Yes, and that is a problem. Usually because it is not granular enough and there are a lot of ways to get onto another VLAN (physical access and packet trickery). It is a pretty weak form of security policy. Now, if we assume that VLAN based security is weak and that most homes do not generate enough broadcast traffic to be an issue, what exactly is the reason that a residential customer needs a lot of VLANs? Answer, they probably don't. A lot of residential users have a CPE device that does wireless, routing, and DHCP assignments all in one.

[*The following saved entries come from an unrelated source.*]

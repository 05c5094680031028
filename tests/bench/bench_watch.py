"""Save to sound in ``render watch``: from writing a file to the page playing its new clip, printed against the target.

Run by hand from the project folder (not part of the test suite; needs Debian's chromium and Playwright):

    python tests/bench/bench_watch.py            # 5 saves of each kind
    python tests/bench/bench_watch.py --saves 9

One design plays the default phrase (8.5 s, 48 kHz) on the live page in
headless Chromium, heard and playing. Each save rewrites one file and
waits for the page to swap the clip in. "Save to sound" runs from just
before the write to the moment the page has scheduled the new clip to
sound (its ``data-swap-at``, on the same wall clock), split into:

- detect: the write until the watcher hands the change over (watchfiles,
  inotify, a 30 ms quiet step);
- render: loading, rendering, measuring and the page's copy of the clip;
- page: publishing until the clip is fetched, decoded and scheduled (the
  page schedules 25 ms ahead of its audio clock);
- render CPU: this process's CPU time during the render step (one BLAS
  thread; the server and watcher threads are idle meanwhile), about what it
  takes on an otherwise idle core.

- of it, load: loading the design file (for a design with a ``[construction]``
  and coils given by their ``wire``, a changed construction means a new field
  solve: magnets, steel, sensing, and each coil's impedance from it).

Edits: a network value (input_a load_c), the rig (cable length), the
phrase (one note's fret), and a coil given by its winding (turns: the
winding's closed-form estimate, render.circuit.winding), on studio-reference
and bench-wound; then, reported separately, on the slowest shipped design
(slipway-steel-blades: coils from their wire, a steel-blade construction),
a network value and a construction value (steel_permeability, a new value
every save, so every save needs a new field solve). The field-solve cache
(render.io.cache) is pointed at an empty temporary folder for the run, so no
solve is found from an earlier run.

Target: under 1 s from save to sound for an 8 s phrase on one design, for
edits of networks, rig and phrase. Edits that need a new field solve are
measured and reported separately.
"""

from __future__ import annotations

import argparse
import os
import re
import shutil
import statistics
import sys
import tempfile
import threading
import time
from pathlib import Path

ROOT = Path(__file__).resolve().parents[2]
sys.path[:0] = [str(ROOT), str(ROOT / "tests")]
os.chdir(ROOT)

from bench_render import machine  # noqa: E402

from tests.listening.test_browser import ARGS, _browser_or_skip  # noqa: E402

TARGET_S = 1.0


def edit_key(path: Path, key: str, values: list[str], k: int) -> None:
    text = path.read_text(encoding="utf-8")
    new, n = re.subn(rf'(?m)^({key} = )("[^"]*"|[0-9.]+)', lambda m: m.group(1) + values[k % len(values)], text, count=1)
    assert n == 1, (path, key)
    path.write_text(new, encoding="utf-8")


def edit_note(path: Path, k: int) -> None:
    """Move the phrase's last fretted note up or down a fret."""
    text = path.read_text(encoding="utf-8")
    frets = list(re.finditer(r"(?m)^fret = (\d+)$", text))
    m = frets[-1]
    fret = int(m.group(1)) + (1 if k % 2 == 0 else -1)
    path.write_text(text[: m.start()] + f"fret = {fret}" + text[m.end() :], encoding="utf-8")


def measure(browser, model: Path, folder: Path, kinds: dict, saves: int) -> dict[str, list[tuple[float, ...]]]:
    from render.clip import RenderSettings
    from render.compare.server import LiveServer
    from render.runs.watch import WatchRun, follow_changes

    phrase, rig = folder / "phrase.toml", folder / "rig.toml"
    run = WatchRun([model], dry=phrase, rig=rig, settings=RenderSettings())
    t0 = time.perf_counter()
    run.start()
    print(f"  first render of {model.name} ({run.slots[0].now.entry['seconds']:g} s phrase): {time.perf_counter() - t0:.2f} s, start-up imports included")
    marks: dict[str, float] = {}
    refresh = run.refresh
    load = run._load_design

    def timed_load(slot):
        t = time.perf_counter()
        try:
            return load(slot)
        finally:
            marks["load"] = marks.get("load", 0.0) + time.perf_counter() - t

    run._load_design = timed_load  # type: ignore[method-assign]

    def timed(paths):
        marks["detected"] = time.time()
        marks["load"] = 0.0
        cpu = time.process_time()
        out = refresh(paths)
        marks["cpu"] = time.process_time() - cpu
        marks["published"] = time.time()
        return out

    run.refresh = timed  # type: ignore[method-assign]  # the bench's stopwatch around the real thing
    server = LiveServer(run.board, page=run.page(), port=0).start_thread()
    stop = threading.Event()
    follower = threading.Thread(target=follow_changes, args=(run,), kwargs={"notify": lambda line: None, "stop": stop}, daemon=True)
    follower.start()
    results: dict[str, list[tuple[float, ...]]] = {}
    try:
        page = browser.new_page(viewport={"width": 1280, "height": 800})
        page.goto(server.url)
        page.wait_for_selector('body[data-phase="caution"]', state="attached", timeout=30000)
        page.click("#begin")
        page.click("#play")
        time.sleep(1.0)
        swaps = 0
        for kind, edit in kinds.items():
            results[kind] = []
            for k in range(saves):
                time.sleep(0.4)
                saved = time.time()
                edit(k)
                swaps += 1
                page.wait_for_selector(f'body[data-swaps="{swaps}"]', state="attached", timeout=30000)
                sound = int(page.get_attribute("body", "data-swap-at")) / 1000.0
                results[kind].append((sound - saved, marks["detected"] - saved, marks["published"] - marks["detected"], sound - marks["published"], marks["cpu"], marks["load"]))
        page.close()
    finally:
        stop.set()
        follower.join(timeout=10)
        server.stop()
    return results


def edit_permeability(path: Path, k: int) -> None:
    """A new steel permeability every save (101, 102, …): each one a field solve never made before."""
    edit_key(path, "steel_permeability", [str(101 + k)], 0)


def field_solve_seconds() -> float:
    from render.circuit.winding import awg_diameter
    from render.impedance.coil_model import derive_coil
    from render.impedance.eddy import CorePart, prism_demagnetising_factor
    from render.impedance.materials import STEEL
    from render.magnetics.coil import CoilGeometry

    winding = CoilGeometry(5000, 0.068, 0.013, 0.058, 0.003, 0.009)  # an invented humbucker coil
    dia = awg_diameter(42)
    part = CorePart("slab", 3e-3, STEEL, fill=0.3, demagnetising_factor=prism_demagnetising_factor(0.003, 0.060, 0.009))
    derive_coil(winding, bare_diameter=dia, outer_diameter=1.12 * dia, parts=[part])  # warm
    best = float("inf")
    for _ in range(3):
        t0 = time.perf_counter()
        derive_coil(winding, bare_diameter=dia, outer_diameter=1.12 * dia, parts=[part])
        best = min(best, time.perf_counter() - t0)
    return best


def main() -> None:
    parser = argparse.ArgumentParser()
    parser.add_argument("--saves", type=int, default=5)
    args = parser.parse_args()
    from playwright.sync_api import sync_playwright

    print(f"machine: {machine()}; load average {os.getloadavg()[0]:.1f}")  # others' jobs inflate the wall times, not the render CPU
    with tempfile.TemporaryDirectory() as tmp, tempfile.TemporaryDirectory() as cache, sync_playwright() as pw:
        os.environ["RENDER_CACHE_DIR"] = cache  # no field solve found from an earlier run
        folder = Path(tmp)
        for name in ("studio-reference", "bench-wound", "slipway-steel-blades"):
            shutil.copy(ROOT / "models" / f"{name}.toml", folder / f"{name}.toml")
        shutil.copy(ROOT / "dry_signals" / "default.toml", folder / "phrase.toml")
        (folder / "rig.toml").write_text('[rig]\ncable_length = "6m"\n', encoding="utf-8")
        browser = pw.chromium.launch(executable_path=_browser_or_skip(), args=[*ARGS, "--autoplay-policy=no-user-gesture-required"], headless=True)
        try:
            ref, wound = folder / "studio-reference.toml", folder / "bench-wound.toml"
            print("Save to sound, one design, the default phrase (8.5 s at 48 kHz), median and worst of", args.saves, "saves:")
            results = measure(
                browser,
                ref,
                folder,
                {
                    "network (input_a load_c)": lambda k: edit_key(ref, "load_c", ['"2n7"', '"3n9"', '"4n7"'], k),
                    "rig (cable length)": lambda k: edit_key(folder / "rig.toml", "cable_length", ['"3m"', '"6m"', '"9m"'], k),
                    "phrase (one note's fret)": lambda k: edit_note(folder / "phrase.toml", k),
                },
                args.saves,
            )
            results |= measure(
                browser,
                wound,
                folder,
                {
                    "winding (turns, closed-form estimate)": lambda k: edit_key(wound, "turns", ["1450", "1400", "1350"], k),
                },
                args.saves,
            )
            slip = folder / "slipway-steel-blades.toml"
            solved = measure(
                browser,
                slip,
                folder,
                {
                    "slowest design: network (input_a load_c)": lambda k: edit_key(slip, "load_c", ['"2n7"', '"3n9"', '"4n7"'], k),
                    "slowest design: construction (new solve)": lambda k: edit_permeability(slip, k),
                },
                args.saves,
            )
        finally:
            browser.close()

    def table(rows_by_kind, note):  # note: kind -> what the row is held against
        print(f"  {'edit':42s} {'save to sound':>15s} {'worst':>7s}   {'detect':>7s} {'render':>7s} {'(load)':>7s} {'page':>7s}   {'render CPU':>10s}  (medians, s)")
        for kind, rows in rows_by_kind.items():
            total = [r[0] for r in rows]
            med = [statistics.median(r[i] for r in rows) for i in range(6)]
            print(f"  {kind:42s} {med[0]:13.2f} s {max(total):6.2f}s   {med[1]:7.3f} {med[2]:7.3f} {med[5]:7.3f} {med[3]:7.3f}   {med[4]:10.3f}  {note(kind)}")

    table(results, lambda kind: f"(target {TARGET_S:g} s)")
    print("Edits of slipway-steel-blades (coils from their wire, a steel-blade construction), reported separately:")
    table(solved, lambda kind: "(a new field solve: no target)" if "new solve" in kind else f"(target {TARGET_S:g} s)")
    print("  (render CPU: this process's CPU time during the render step, about what it takes on an idle core; wall times grow with the machine's load)")
    print(f"  a field-solved coil (derive_coil: Neumann sums, eddy currents, ladder fit), alone: {field_solve_seconds():.2f} s per coil")
    print(f"  load average at the end {os.getloadavg()[0]:.1f}")


if __name__ == "__main__":
    main()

No need to create a guest VLAN on that type of device. You simply assign an ACL that keeps the guest from reaching any internal IP. Why would your refrigerator (or car, toaster, TV, whatever) need to be on a separate subnet when the whole point is to create a network where all of your stuff communicates? Us engineers need to make sure we don't generalize that a lot of residential users do to their networks what we do to ours. We MIGHT have a reason for several subnets to simulate different stuff. I am still waiting for a valid example of a residential situation where VLANs are a useful addition. Oh, and don't even try the QoS argument. I will tell you that LLDP identification of the device and applying QoS policy based on the identification is much more effective and transparent to the end user. Steven Naslund Chicago IL
-----Original Message----- From: NANOG [mailto:nanog-bounces@nanog.org] On Behalf Of Tyler Applebaum Sent: Thursday, July 9, 2015 3:38 PM To: Naslund, Steve Cc: nanog@nanog.org Subject: RE: Dual stack IPv6 for IPv4 depletion
Do people actually use VLANs for security? It's nice to implement them for organizational purposes and to prevent broadcast propagation.